== Task item ==
Only the lines below from the one containing "const at = Date.now();" to the one containing "const rssHolding = treeRssMb(web.pid);" should be repeated, both included and unchanged.

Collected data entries
■ ■ ■

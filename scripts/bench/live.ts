// Bench section "live": the night manager's screen under load, through the real processes
// (embedded broker, ingest, the web server of `npm start` — server/main.ts in front of Next — on
// the built app, built first when needed) on a seeded database of its own.
//   series_30d_ms             p95 of GET /api/tanks/[id]/series over 30 days of 1 Hz data of one probe, 2,000 points asked
//   series_365d_ms            the same over a year (older than 30 days: rollups only, as retention leaves it)
//   sse_clients_held          concurrent SSE clients (1,000) still receiving after being held for 60 s
//   sse_rss_growth_mb         growth of the web process's resident memory from before opening them to the end
//   sse_rss_growth_during_hold_mb  the same from when all were open and served to the end (a leak would show here)
//   sse_heap_growth_after_gc_mb  growth of the web's live heap (used after a full collection) over the same span as
//                             sse_rss_growth_mb: what the open streams keep, whenever V8 last collected
//   publish_to_stream_p95_ms  device publish → the reading arriving at one of those clients, at 1,000 readings/s, during the hold
import fs from "node:fs";
import path from "node:path";
import mqtt, { type MqttClient } from "mqtt";
import { createSeededDatabase } from "../../tests/integration/helpers/database";
import { openDb, startBroker, startIngest } from "../../tests/integration/helpers/tidewell";
import { REPO_ROOT, spawnProcess, spawnTsx, stopAll } from "../../tests/integration/helpers/processes";
import { freePort } from "../../tests/integration/helpers/ports";
import { sleep } from "../../tests/integration/helpers/wait";
import { sessionFor, type HttpSession } from "../../tests/e2e/session";
import { ensureBuild } from "./build";
import { deviceClientId, topics } from "../../ingest/topics";
import type { RawMessage } from "../../ingest/payloads";
import type { BenchSection, Metric, SectionOptions } from "./metric";

const DAY_MS = 86_400_000;

function p95(values: number[]): number {
  if (!values.length) return NaN;
  const sorted = [...values].sort((a, b) => a - b);
  return sorted[Math.min(sorted.length - 1, Math.floor(sorted.length * 0.95))];
}

/** Resident memory of a process and its children, in MB (Linux /proc). */
function treeRssMb(rootPid: number): number {
  const children = new Map<number, number[]>();
  for (const entry of fs.readdirSync("/proc")) {
    if (!/^\d+$/.test(entry)) continue;
    try {
      const stat = fs.readFileSync(`/proc/${entry}/stat`, "utf8");
      const ppid = Number(stat.slice(stat.lastIndexOf(")") + 2).split(" ")[1]);
      children.set(ppid, [...(children.get(ppid) ?? []), Number(entry)]);
    } catch {
      /* gone */
    }
  }
  let kb = 0;
  const stack = [rootPid];
  while (stack.length) {
    const pid = stack.pop()!;
    try {
      const m = /VmRSS:\s+(\d+)/.exec(fs.readFileSync(`/proc/${pid}/status`, "utf8"));
      kb += m ? Number(m[1]) : 0;
    } catch {
      /* gone */
    }
    stack.push(...(children.get(pid) ?? []));
  }
  return kb / 1024;
}

const TS_FIELD = /"ts":(\d+)/g;

/** One SSE client: calls `onReadings` per readings event; tracks when it last heard anything. */
async function openStream(session: HttpSession, onReadings?: (r: { ts: number }[]) => void) {
  const abort = new AbortController();
  const res = await session.fetch("/api/stream", { headers: { accept: "text/event-stream" }, signal: abort.signal });
  if (res.status !== 200) throw new Error(`stream answered ${res.status}: ${(await res.text()).slice(0, 300)}`);
  const state = { lastHeardAt: Date.now(), open: true, close: () => abort.abort() };
  void (async () => {
    const reader = res.body!.getReader();
    const decoder = new TextDecoder();
    let buffer = "";
    try {
      for (;;) {
        const { value, done } = await reader.read();
        if (done) break;
        state.lastHeardAt = Date.now();
        if (!onReadings) continue;
        buffer += decoder.decode(value, { stream: true });
        let cut: number;
        while ((cut = buffer.indexOf("\n\n")) !== -1) {
          const block = buffer.slice(0, cut);
          buffer = buffer.slice(cut + 2);
          if (!block.includes("event: readings")) continue;
          // Only the timestamps matter here: scanned, not parsed, so the timing client stays cheap.
          onReadings(Array.from(block.matchAll(TS_FIELD), (m) => ({ ts: Number(m[1]) })));
        }
      }
    } catch {
      /* aborted */
    }
    state.open = false;
  })();
  return state;
}

/** Publishes raw messages from the seeded controllers at a steady rate of readings per second. */
async function pacedPublisher(url: string, targets: { controllerId: string; username: string; password: string; serials: string[] }[], readingsPerS: number) {
  const clients: MqttClient[] = await Promise.all(
    targets.map(
      (t, i) =>
        new Promise<MqttClient>((resolve, reject) => {
          const c = mqtt.connect(url, { username: t.username, password: t.password, clientId: deviceClientId(t.controllerId, `bench-live-${process.pid}-${i}`), reconnectPeriod: 0 });
          c.once("connect", () => resolve(c));
          c.once("error", reject);
        }),
    ),
  );
  const perTick = 10; // ms
  const messagesPerTick = (readingsPerS / 3) * (perTick / 1000);
  let owed = 0;
  let next = 0;
  const seq = targets.map(() => 0);
  const lastTs = targets.map(() => 0);
  const timer = setInterval(() => {
    owed += messagesPerTick;
    while (owed >= 1) {
      owed -= 1;
      const i = next++ % targets.length;
      // The device's timestamp is its publish time, so arrival minus ts is the end-to-end latency.
      const ts = Math.max(Date.now(), lastTs[i] + 1);
      lastTs[i] = ts;
      const message: RawMessage = { v: 1, seq: seq[i]++, samples: targets[i].serials.map((serial, k) => ({ serial, ts, signal: k === 2 ? 20.5 : k === 1 ? 1000 + (ts % 50) : -20 + (ts % 7) })) };
      clients[i].publish(topics.raw(targets[i].controllerId), JSON.stringify(message), { qos: 1 });
    }
  }, perTick);
  return {
    stop: async () => {
      clearInterval(timer);
      await Promise.all(clients.map((c) => c.endAsync()));
    },
  };
}

/**
 * One new probe on a new tank: 30 days of 1 Hz readings with their minute and hourly rollups,
 * and before them 335 days of rollups alone (what retention leaves of older raw readings).
 */
export async function addYearOfHistory(client: ReturnType<typeof openDb>, now: number): Promise<number> {
  const site = Number((await client.execute("SELECT id FROM sites ORDER BY id LIMIT 1")).rows[0].id);
  const tank = await client.execute({
    sql: "INSERT INTO tanks (site_id, name, crop, ph_min, ph_max, ec_min_us, ec_max_us) VALUES (?, 'Bench tank', 'leafy greens', 5.5, 6.5, 800, 1200) RETURNING id",
    args: [site],
  });
  const tankId = Number(tank.rows[0].id);
  const probe = await client.execute({ sql: "INSERT INTO probes (tank_id, kind, serial, installed_at) VALUES (?, 'ph', 'BENCH-PH-1HZ', ?) RETURNING id", args: [tankId, now - 366 * DAY_MS] });
  const probeId = Number(probe.rows[0].id);
  const start = Math.floor((now - 30 * DAY_MS) / 60_000) * 60_000;
  const n = 30 * 86_400;
  await client.execute({
    sql: `WITH RECURSIVE s(i) AS (SELECT 0 UNION ALL SELECT i + 1 FROM s WHERE i < ?)
          INSERT INTO readings (probe_id, ts, raw, value, quality)
          SELECT ?, ? + i * 1000, 0, 6.0 + 0.3 * sin(i / 3600.0) + (abs(random()) % 100) / 5000.0, 'ok' FROM s`,
    args: [n - 1, probeId, start],
  });
  await client.execute({
    sql: `INSERT INTO rollups (probe_id, minute, min, max, sum, count)
          SELECT probe_id, (ts / 60000) * 60000, min(value), max(value), sum(value), count(value) FROM readings WHERE probe_id = ? GROUP BY ts / 60000`,
    args: [probeId],
  });
  const minutesBefore = 335 * 1440;
  await client.execute({
    sql: `WITH RECURSIVE s(i) AS (SELECT 1 UNION ALL SELECT i + 1 FROM s WHERE i < ?)
          INSERT INTO rollups (probe_id, minute, min, max, sum, count)
          SELECT ?, ? - i * 60000, 5.9, 6.1, 60 * 6.0, 60 FROM s`,
    args: [minutesBefore, probeId, start],
  });
  await client.execute({
    sql: `INSERT INTO rollups_hourly (probe_id, hour, min, max, sum, count)
          SELECT probe_id, (minute / 3600000) * 3600000, min(min), max(max), sum(sum), sum(count) FROM rollups WHERE probe_id = ? GROUP BY 1, 2`,
    args: [probeId],
  });
  // Millions of rows in one go leave a write-ahead log far larger than the ingest's steady
  // trickle ever does (SQLite checkpoints it every 1,000 pages); readers would pay for it.
  await client.execute("PRAGMA wal_checkpoint(TRUNCATE)");
  return tankId;
}

/**
 * p95 of GET /api/tanks/[id]/series over the last `days`, after a warm-up of 20 requests: the web
 * has just started, and after 5 the 30-day p95 of 40 swung between 36 and 93 ms in three runs.
 */
async function timeSeries(session: HttpSession, tankId: number, days: number, log: (line: string) => void): Promise<number> {
  const url = () => `/api/tanks/${tankId}/series?from=${Date.now() - days * DAY_MS}&to=${Date.now()}&points=2000`;
  for (let i = 0; i < 20; i++) await (await session.fetch(url())).arrayBuffer();
  const ms: number[] = [];
  let points = 0;
  let source = "";
  for (let i = 0; i < 40; i++) {
    const t0 = performance.now();
    const res = await session.fetch(url());
    if (res.status !== 200) throw new Error(`series answered ${res.status}: ${(await res.text()).slice(0, 300)}`);
    const body = (await res.json()) as { source: string; series: { ph: { t: number[] } } };
    ms.push(performance.now() - t0);
    points = body.series.ph.t.length;
    source = body.source;
  }
  log(`series: ${points} points over ${days} days from ${source}`);
  return Math.round(p95(ms) * 10) / 10;
}

export async function* benchLive(opts: SectionOptions): AsyncIterable<Metric> {
  const { seconds, log, sseClients: clientCount, sseHoldSeconds } = opts;
  await ensureBuild(log);
  const db = await createSeededDatabase({ label: "bench-live" });
  const client = openDb(db);
  const streams: { close: () => void }[] = [];
  let webOutput = () => "";
  try {
    const now = Date.now();
    log("adding 30 days of 1 Hz readings and a year of rollups for one probe");
    const benchTank = await addYearOfHistory(client, now);

    const broker = await startBroker(db);
    await startIngest(db, broker.url);
    const port = await freePort();
    // TW_NODE_ARGS (e.g. "--cpu-prof --cpu-prof-dir=/tmp/prof") reaches the web process too.
    const nodeArgs = (process.env.TW_NODE_ARGS ?? "").split(" ").filter(Boolean);
    // --expose-gc with TW_BENCH_HEAP=1: on SIGUSR2 the web collects fully and prints its heap (server/main.ts).
    const web = spawnProcess("web", process.execPath, [...nodeArgs, "--expose-gc", "--import", "tsx", path.join(REPO_ROOT, "server/main.ts"), "-H", "127.0.0.1", "-p", String(port)], {
      env: { DATABASE_URL: db.url, MQTT_URL: broker.url, BROKER_PORT: String(broker.port), NEXT_TELEMETRY_DISABLED: "1", TW_BENCH_HEAP: "1" },
    });
    webOutput = () => web.output();
    await web.waitForLine(/Ready on/, 60_000);
    /** The web's heap used after a full collection, in MB. */
    const heapAfterGcMb = async () => {
      const pattern = /^heap-after-gc (\d+)$/;
      const seen = web.lines.filter((l) => pattern.test(l)).length;
      web.kill("SIGUSR2");
      const started = Date.now();
      for (;;) {
        const found = web.lines.filter((l) => pattern.test(l));
        if (found.length > seen) return Number(pattern.exec(found[found.length - 1])![1]) / 1024 / 1024;
        if (Date.now() - started > 30_000) throw new Error("the web did not report its heap after a collection");
        await sleep(50);
      }
    };
    const baseURL = `http://127.0.0.1:${port}`;
    const session = await sessionFor(baseURL, "night_manager");

    yield { metric: "series_30d_ms", value: await timeSeries(session, benchTank, 30, log), unit: "ms" };
    yield { metric: "series_365d_ms", value: await timeSeries(session, benchTank, 365, log), unit: "ms" };

    const probes = await client.execute("SELECT p.serial, t.controller_id FROM probes p JOIN tanks t ON t.id = p.tank_id WHERE t.controller_id IS NOT NULL ORDER BY p.id");
    const serials = new Map<string, string[]>();
    for (const r of probes.rows) serials.set(String(r.controller_id), [...(serials.get(String(r.controller_id)) ?? []), String(r.serial)]);
    const credentials = JSON.parse(fs.readFileSync(db.credentialsFile, "utf8")) as { controllerId: string; username: string; password: string }[];
    const targets = credentials.map((c) => ({ ...c, serials: serials.get(c.controllerId) ?? [] }));

    // Hold many clients (in a process of their own) while devices publish 1,000 readings/s;
    // one more client, here, times every reading.
    const rssBefore = treeRssMb(web.pid);
    const heapBefore = await heapAfterGcMb();
    log(`opening ${clientCount} SSE clients (web RSS ${rssBefore.toFixed(0)} MB)`);
    let measuring = false;
    const latencies: number[] = [];
    const watcher = await openStream(session, (readings) => {
      if (!measuring) return;
      const at = Date.now();
      for (const r of readings) latencies.push(at - r.ts);
    });
    streams.push(watcher);
    const heardWithinMs = Math.min(20_000, sseHoldSeconds * 500);
    const holders = spawnTsx("sse-holders", "scripts/bench/sse-holders.ts", [baseURL, String(clientCount - 1), String(heardWithinMs)], {
      env: { SSE_COOKIE: session.cookieHeader() },
    });
    await holders.waitForLine(/^open \d+$/, 120_000);
    const load = await pacedPublisher(broker.url, targets, 1000);
    await sleep(3000);
    measuring = true;
    const rssHolding = treeRssMb(web.pid); // every client open and served
    const holdStarted = Date.now();
    let rssPeak = 0;
    while (Date.now() - holdStarted < sseHoldSeconds * 1000) {
      await sleep(1000);
      rssPeak = Math.max(rssPeak, treeRssMb(web.pid));
    }
    measuring = false;
    const rssAfter = treeRssMb(web.pid);
    const heapAfter = await heapAfterGcMb(); // after the hold's figures: the collection pauses the web
    holders.kill("SIGTERM");
    const alive = Number((await holders.waitForLine(/^alive (\d+)$/, 30_000))[1]) + (watcher.open && watcher.lastHeardAt >= Date.now() - heardWithinMs ? 1 : 0);
    await load.stop();
    log(
      `held ${alive}/${clientCount} clients for ${sseHoldSeconds} s; web RSS ${rssAfter.toFixed(0)} MB (peak ${rssPeak.toFixed(0)}); ` +
        `heap after a full collection ${heapBefore.toFixed(1)} → ${heapAfter.toFixed(1)} MB; ${latencies.length} readings timed`,
    );
    void seconds; // the hold, not the per-section window, sets this section's length
    yield { metric: "sse_clients_held", value: alive, unit: "clients" };
    yield { metric: "sse_rss_growth_mb", value: Math.round((rssAfter - rssBefore) * 10) / 10, unit: "MB" };
    // Growth over the hold itself, once every client was open: what a leak would show.
    yield { metric: "sse_rss_growth_during_hold_mb", value: Math.round((rssAfter - rssHolding) * 10) / 10, unit: "MB" };
    yield { metric: "sse_heap_growth_after_gc_mb", value: Math.round((heapAfter - heapBefore) * 10) / 10, unit: "MB" };
    yield { metric: "publish_to_stream_p95_ms", value: Math.round(p95(latencies)), unit: "ms" };
  } catch (err) {
    log(`failed; the web's last output:\n${webOutput().split("\n").slice(-30).join("\n")}`);
    throw err;
  } finally {
    for (const s of streams) s.close();
    await stopAll();
    client.close();
    db.remove();
  }
}

export const liveSection: BenchSection = {
  name: "live",
  metrics: { series_30d_ms: "ms", series_365d_ms: "ms", sse_clients_held: "clients", sse_rss_growth_mb: "MB", sse_rss_growth_during_hold_mb: "MB", sse_heap_growth_after_gc_mb: "MB", publish_to_stream_p95_ms: "ms" },
  run: benchLive,
};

■ ■ ■

== Finished exercise ==
      const at = Date.now();
      for (const r of readings) latencies.push(at - r.ts);
    });
    streams.push(watcher);
    const heardWithinMs = Math.min(20_000, sseHoldSeconds * 500);
    const holders = spawnTsx("sse-holders", "scripts/bench/sse-holders.ts", [baseURL, String(clientCount - 1), String(heardWithinMs)], {
      env: { SSE_COOKIE: session.cookieHeader() },
    });
    await holders.waitForLine(/^open \d+$/, 120_000);
    const load = await pacedPublisher(broker.url, targets, 1000);
    await sleep(3000);
    measuring = true;
    const rssHolding = treeRssMb(web.pid); // every client open and served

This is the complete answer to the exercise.